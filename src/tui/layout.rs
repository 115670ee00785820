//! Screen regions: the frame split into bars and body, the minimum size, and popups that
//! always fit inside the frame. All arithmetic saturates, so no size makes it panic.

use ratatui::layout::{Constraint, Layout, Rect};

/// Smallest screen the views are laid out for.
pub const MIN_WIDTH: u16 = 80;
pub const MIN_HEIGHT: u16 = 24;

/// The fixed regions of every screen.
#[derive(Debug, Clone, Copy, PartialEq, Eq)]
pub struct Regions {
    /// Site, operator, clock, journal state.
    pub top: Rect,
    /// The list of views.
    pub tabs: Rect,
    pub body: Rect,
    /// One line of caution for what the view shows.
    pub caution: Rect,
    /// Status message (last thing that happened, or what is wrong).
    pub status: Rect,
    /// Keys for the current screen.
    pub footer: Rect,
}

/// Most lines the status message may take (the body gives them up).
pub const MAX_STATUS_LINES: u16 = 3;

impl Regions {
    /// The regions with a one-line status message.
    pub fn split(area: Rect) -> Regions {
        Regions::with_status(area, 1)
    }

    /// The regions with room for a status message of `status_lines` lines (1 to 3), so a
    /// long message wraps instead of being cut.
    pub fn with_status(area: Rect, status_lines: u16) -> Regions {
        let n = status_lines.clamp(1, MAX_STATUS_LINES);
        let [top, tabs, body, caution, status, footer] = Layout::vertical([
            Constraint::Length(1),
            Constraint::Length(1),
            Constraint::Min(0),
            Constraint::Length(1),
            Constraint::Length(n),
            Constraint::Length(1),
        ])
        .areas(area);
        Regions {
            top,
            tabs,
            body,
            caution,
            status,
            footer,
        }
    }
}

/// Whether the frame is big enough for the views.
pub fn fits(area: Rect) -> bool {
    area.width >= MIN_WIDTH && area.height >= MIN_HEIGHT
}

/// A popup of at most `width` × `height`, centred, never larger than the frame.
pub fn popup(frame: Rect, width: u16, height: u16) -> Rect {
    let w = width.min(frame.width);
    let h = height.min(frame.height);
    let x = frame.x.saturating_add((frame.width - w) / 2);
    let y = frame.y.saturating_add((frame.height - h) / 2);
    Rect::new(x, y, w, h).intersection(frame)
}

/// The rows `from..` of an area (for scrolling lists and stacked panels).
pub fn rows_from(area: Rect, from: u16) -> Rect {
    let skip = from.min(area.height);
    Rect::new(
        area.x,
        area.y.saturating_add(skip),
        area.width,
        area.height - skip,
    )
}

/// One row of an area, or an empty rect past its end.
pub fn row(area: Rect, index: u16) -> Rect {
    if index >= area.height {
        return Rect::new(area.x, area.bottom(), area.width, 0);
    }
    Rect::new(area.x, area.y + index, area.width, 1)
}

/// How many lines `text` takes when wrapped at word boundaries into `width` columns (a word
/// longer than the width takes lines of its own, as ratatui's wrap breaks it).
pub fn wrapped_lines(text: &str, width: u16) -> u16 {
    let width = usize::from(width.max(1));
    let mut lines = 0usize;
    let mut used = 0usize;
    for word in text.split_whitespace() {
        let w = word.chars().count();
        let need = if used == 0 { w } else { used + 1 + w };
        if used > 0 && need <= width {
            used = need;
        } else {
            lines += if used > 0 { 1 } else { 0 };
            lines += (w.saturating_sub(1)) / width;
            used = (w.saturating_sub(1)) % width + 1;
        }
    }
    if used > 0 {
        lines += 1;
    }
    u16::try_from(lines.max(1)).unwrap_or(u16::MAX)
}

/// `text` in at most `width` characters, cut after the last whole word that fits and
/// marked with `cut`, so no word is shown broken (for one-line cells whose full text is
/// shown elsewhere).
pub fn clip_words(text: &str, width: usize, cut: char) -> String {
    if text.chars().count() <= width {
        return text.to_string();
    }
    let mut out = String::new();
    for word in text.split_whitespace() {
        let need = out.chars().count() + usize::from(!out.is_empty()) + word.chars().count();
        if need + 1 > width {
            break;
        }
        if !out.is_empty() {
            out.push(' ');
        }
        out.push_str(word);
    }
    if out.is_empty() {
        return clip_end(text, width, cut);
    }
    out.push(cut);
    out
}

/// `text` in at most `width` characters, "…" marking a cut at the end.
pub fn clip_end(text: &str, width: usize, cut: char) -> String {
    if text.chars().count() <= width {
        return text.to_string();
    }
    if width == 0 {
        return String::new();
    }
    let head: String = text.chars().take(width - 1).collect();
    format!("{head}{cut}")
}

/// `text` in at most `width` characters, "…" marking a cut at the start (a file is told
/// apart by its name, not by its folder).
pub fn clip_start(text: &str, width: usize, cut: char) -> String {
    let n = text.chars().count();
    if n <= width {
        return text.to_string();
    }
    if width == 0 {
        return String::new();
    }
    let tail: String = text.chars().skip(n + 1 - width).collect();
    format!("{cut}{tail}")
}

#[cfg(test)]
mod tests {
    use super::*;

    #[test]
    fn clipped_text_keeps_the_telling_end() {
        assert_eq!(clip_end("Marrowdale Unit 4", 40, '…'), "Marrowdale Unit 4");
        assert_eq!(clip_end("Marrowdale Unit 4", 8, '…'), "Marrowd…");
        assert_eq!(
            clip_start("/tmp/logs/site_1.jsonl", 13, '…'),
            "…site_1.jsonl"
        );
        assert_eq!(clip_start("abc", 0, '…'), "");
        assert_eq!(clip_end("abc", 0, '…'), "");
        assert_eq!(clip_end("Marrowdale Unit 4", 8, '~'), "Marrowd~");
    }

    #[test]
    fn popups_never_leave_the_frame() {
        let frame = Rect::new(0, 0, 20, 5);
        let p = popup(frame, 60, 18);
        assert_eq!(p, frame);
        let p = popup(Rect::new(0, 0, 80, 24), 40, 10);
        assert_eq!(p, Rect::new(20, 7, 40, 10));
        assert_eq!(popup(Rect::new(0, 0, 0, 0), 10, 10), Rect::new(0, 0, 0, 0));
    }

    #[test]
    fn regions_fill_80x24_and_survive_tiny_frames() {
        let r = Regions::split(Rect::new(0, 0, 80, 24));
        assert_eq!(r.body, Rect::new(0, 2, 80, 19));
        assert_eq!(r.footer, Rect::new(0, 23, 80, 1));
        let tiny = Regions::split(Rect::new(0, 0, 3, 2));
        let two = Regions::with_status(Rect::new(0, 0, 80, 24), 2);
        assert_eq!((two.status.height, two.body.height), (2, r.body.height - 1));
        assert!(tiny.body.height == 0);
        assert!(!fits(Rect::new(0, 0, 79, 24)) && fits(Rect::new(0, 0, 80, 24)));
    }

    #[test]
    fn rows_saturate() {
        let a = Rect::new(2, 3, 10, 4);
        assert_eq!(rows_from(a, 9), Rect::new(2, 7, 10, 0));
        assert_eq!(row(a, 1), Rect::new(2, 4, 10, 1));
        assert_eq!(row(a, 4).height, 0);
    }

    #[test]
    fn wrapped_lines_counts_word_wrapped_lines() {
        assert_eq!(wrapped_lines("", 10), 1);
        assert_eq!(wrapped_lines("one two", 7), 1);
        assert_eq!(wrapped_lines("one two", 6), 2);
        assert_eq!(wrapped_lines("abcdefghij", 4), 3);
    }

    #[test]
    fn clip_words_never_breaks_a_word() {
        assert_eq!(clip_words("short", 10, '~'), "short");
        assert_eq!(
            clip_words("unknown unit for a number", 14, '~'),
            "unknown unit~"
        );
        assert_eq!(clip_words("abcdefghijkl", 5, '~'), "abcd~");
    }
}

● **Work instruction**
Print the listing above from its first line through the line with "let n = status_lines.clamp(1, MAX_STATUS_LINES);", and stop there.

● **Response to this exercise**
filename src/tui/layout.rs
repository 115670ee00785820
//! Screen regions: the frame split into bars and body, the minimum size, and popups that
//! always fit inside the frame. All arithmetic saturates, so no size makes it panic.

use ratatui::layout::{Constraint, Layout, Rect};

/// Smallest screen the views are laid out for.
pub const MIN_WIDTH: u16 = 80;
pub const MIN_HEIGHT: u16 = 24;

/// The fixed regions of every screen.
#[derive(Debug, Clone, Copy, PartialEq, Eq)]
pub struct Regions {
    /// Site, operator, clock, journal state.
    pub top: Rect,
    /// The list of views.
    pub tabs: Rect,
    pub body: Rect,
    /// One line of caution for what the view shows.
    pub caution: Rect,
    /// Status message (last thing that happened, or what is wrong).
    pub status: Rect,
    /// Keys for the current screen.
    pub footer: Rect,
}

/// Most lines the status message may take (the body gives them up).
pub const MAX_STATUS_LINES: u16 = 3;

impl Regions {
    /// The regions with a one-line status message.
    pub fn split(area: Rect) -> Regions {
        Regions::with_status(area, 1)
    }

    /// The regions with room for a status message of `status_lines` lines (1 to 3), so a
    /// long message wraps instead of being cut.
    pub fn with_status(area: Rect, status_lines: u16) -> Regions {
        let n = status_lines.clamp(1, MAX_STATUS_LINES);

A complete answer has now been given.